--- The data ---

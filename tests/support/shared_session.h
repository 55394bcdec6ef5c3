// The one simulator a test program can have.

#ifndef GATEDYNO_TESTS_SUPPORT_SHARED_SESSION_H_
#define GATEDYNO_TESTS_SUPPORT_SHARED_SESSION_H_

#include <memory>

#include <gtest/gtest.h>

#include "harness/worker/session.h"

namespace gatedyno {

// Never destroyed: the library has no way to be unloaded in order.
inline Session& SharedSession() {
  // The simulator is global state, whatever this says.
  // NOLINTNEXTLINE(cppcoreguidelines-avoid-non-const-global-variables)
  static Session& session = *[] {
    Result<std::unique_ptr<Session>> started = Session::Start();
    EXPECT_TRUE(started.ok()) << started.error().message;
    return started->release();
  }();
  return session;
}

}  // namespace gatedyno

#endif  // GATEDYNO_TESTS_SUPPORT_SHARED_SESSION_H_
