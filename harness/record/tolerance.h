// What is allowed between hand and measured, and where something else is.

#ifndef GATEDYNO_RECORD_TOLERANCE_H_
#define GATEDYNO_RECORD_TOLERANCE_H_

#include <optional>
#include <span>
#include <string>

#include "harness/record/arc_pattern.h"

namespace gatedyno {

// Relative to the hand number.
//
// The defaults are the spread of ordinary gates, so that "beyond" marks an arc
// that strays further than they do.  Effort: ten gates of a published 0.13 um
// cell data book (2005-08) lie 11.5 % below the ideal on average, standard
// deviation 5.8 %, worst 22.5 % (a four-high NAND); mean plus two deviations is
// 23 %.  Parasitic: two-input NANDs on public cards of five nodes come out
// between 26 % below and 14 % above the node count, by input (our own trials),
// and counting the internal nets of a three-high stack adds a third.
struct Tolerance {
  double effort = 0.25;
  double parasitic = 0.35;

  bool operator==(const Tolerance&) const = default;
};

// For the arcs of a pattern, in place of what was allowed; a quantity that is
// not named keeps what it had.
struct ToleranceRule {
  ArcPattern where;
  std::optional<double> effort;
  std::optional<double> parasitic;

  bool operator==(const ToleranceRule&) const = default;
};

// The general tolerance, changed by every rule that covers the arc, in order:
// where several name a quantity, the last one counts.
Tolerance ToleranceFor(const Arc& arc,
                       const std::string& corner,
                       const Tolerance& general,
                       std::span<const ToleranceRule> rules);

}  // namespace gatedyno

#endif  // GATEDYNO_RECORD_TOLERANCE_H_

---

Task statement.
Up to and including the line with "whatever this says.", restate the records above word for word from the very first line.

Completed task.
filename tests/support/shared_session.h
repository 55394bcdec6ef5c3
// The one simulator a test program can have.

#ifndef GATEDYNO_TESTS_SUPPORT_SHARED_SESSION_H_
#define GATEDYNO_TESTS_SUPPORT_SHARED_SESSION_H_

#include <memory>

#include <gtest/gtest.h>

#include "harness/worker/session.h"

namespace gatedyno {

// Never destroyed: the library has no way to be unloaded in order.
inline Session& SharedSession() {
  // The simulator is global state, whatever this says.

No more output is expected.